What the exercise asks - Reply with every entry, repeated exactly as given.

════════

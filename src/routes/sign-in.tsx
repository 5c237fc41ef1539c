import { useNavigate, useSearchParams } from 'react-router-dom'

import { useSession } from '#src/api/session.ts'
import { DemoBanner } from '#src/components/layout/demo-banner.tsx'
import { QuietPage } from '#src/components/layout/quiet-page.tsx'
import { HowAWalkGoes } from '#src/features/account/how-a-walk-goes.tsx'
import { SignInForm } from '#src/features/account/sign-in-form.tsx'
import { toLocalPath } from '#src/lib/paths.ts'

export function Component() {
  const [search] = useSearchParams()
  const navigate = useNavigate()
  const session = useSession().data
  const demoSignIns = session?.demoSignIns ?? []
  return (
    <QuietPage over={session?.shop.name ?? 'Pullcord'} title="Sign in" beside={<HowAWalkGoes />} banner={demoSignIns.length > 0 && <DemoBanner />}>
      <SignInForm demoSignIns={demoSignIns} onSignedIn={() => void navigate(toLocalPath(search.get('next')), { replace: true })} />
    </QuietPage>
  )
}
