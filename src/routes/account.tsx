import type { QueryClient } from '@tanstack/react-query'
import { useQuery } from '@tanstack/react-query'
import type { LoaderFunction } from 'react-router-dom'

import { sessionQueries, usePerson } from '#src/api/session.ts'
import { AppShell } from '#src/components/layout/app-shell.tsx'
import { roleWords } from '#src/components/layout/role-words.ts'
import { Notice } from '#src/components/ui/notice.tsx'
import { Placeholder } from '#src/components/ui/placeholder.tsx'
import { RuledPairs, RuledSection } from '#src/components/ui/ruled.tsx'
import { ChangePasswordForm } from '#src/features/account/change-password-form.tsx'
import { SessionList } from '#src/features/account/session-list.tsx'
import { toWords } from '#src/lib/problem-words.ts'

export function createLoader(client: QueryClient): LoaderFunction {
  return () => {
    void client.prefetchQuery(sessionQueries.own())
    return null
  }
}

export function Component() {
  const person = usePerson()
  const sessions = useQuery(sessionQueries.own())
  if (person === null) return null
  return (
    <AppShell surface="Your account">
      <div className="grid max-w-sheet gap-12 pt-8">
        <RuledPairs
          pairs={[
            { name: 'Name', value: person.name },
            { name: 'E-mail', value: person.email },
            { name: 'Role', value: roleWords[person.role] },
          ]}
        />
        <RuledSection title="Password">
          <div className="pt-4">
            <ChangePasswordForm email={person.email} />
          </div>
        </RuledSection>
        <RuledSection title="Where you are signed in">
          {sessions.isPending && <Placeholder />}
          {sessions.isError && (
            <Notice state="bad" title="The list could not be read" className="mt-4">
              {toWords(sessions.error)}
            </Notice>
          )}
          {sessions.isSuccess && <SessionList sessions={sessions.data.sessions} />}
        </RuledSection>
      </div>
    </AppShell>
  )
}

════════

Task response -
filename src/routes/sign-in.tsx
repository 5c237fc41ef1539c
import { useNavigate, useSearchParams } from 'react-router-dom'

import { useSession } from '#src/api/session.ts'
import { DemoBanner } from '#src/components/layout/demo-banner.tsx'
import { QuietPage } from '#src/components/layout/quiet-page.tsx'
import { HowAWalkGoes } from '#src/features/account/how-a-walk-goes.tsx'
import { SignInForm } from '#src/features/account/sign-in-form.tsx'
import { toLocalPath } from '#src/lib/paths.ts'

export function Component() {
  const [search] = useSearchParams()
  const navigate = useNavigate()
  const session = useSession().data
  const demoSignIns = session?.demoSignIns ?? []
  return (
    <QuietPage over={session?.shop.name ?? 'Pullcord'} title="Sign in" beside={<HowAWalkGoes />} banner={demoSignIns.length > 0 && <DemoBanner />}>
      <SignInForm demoSignIns={demoSignIns} onSignedIn={() => void navigate(toLocalPath(search.get('next')), { replace: true })} />
    </QuietPage>
  )
}
filename src/routes/account.tsx
import type { QueryClient } from '@tanstack/react-query'
import { useQuery } from '@tanstack/react-query'
import type { LoaderFunction } from 'react-router-dom'

import { sessionQueries, usePerson } from '#src/api/session.ts'
import { AppShell } from '#src/components/layout/app-shell.tsx'
import { roleWords } from '#src/components/layout/role-words.ts'
import { Notice } from '#src/components/ui/notice.tsx'
import { Placeholder } from '#src/components/ui/placeholder.tsx'
import { RuledPairs, RuledSection } from '#src/components/ui/ruled.tsx'
import { ChangePasswordForm } from '#src/features/account/change-password-form.tsx'
import { SessionList } from '#src/features/account/session-list.tsx'
import { toWords } from '#src/lib/problem-words.ts'

export function createLoader(client: QueryClient): LoaderFunction {
  return () => {
    void client.prefetchQuery(sessionQueries.own())
    return null
  }
}

export function Component() {
  const person = usePerson()
  const sessions = useQuery(sessionQueries.own())
  if (person === null) return null
  return (
    <AppShell surface="Your account">
      <div className="grid max-w-sheet gap-12 pt-8">
        <RuledPairs
          pairs={[
            { name: 'Name', value: person.name },
            { name: 'E-mail', value: person.email },
            { name: 'Role', value: roleWords[person.role] },
          ]}
        />
        <RuledSection title="Password">
          <div className="pt-4">
            <ChangePasswordForm email={person.email} />
          </div>
        </RuledSection>
        <RuledSection title="Where you are signed in">
          {sessions.isPending && <Placeholder />}
          {sessions.isError && (
            <Notice state="bad" title="The list could not be read" className="mt-4">
              {toWords(sessions.error)}
            </Notice>
          )}
          {sessions.isSuccess && <SessionList sessions={sessions.data.sessions} />}
        </RuledSection>
      </div>
    </AppShell>
  )
}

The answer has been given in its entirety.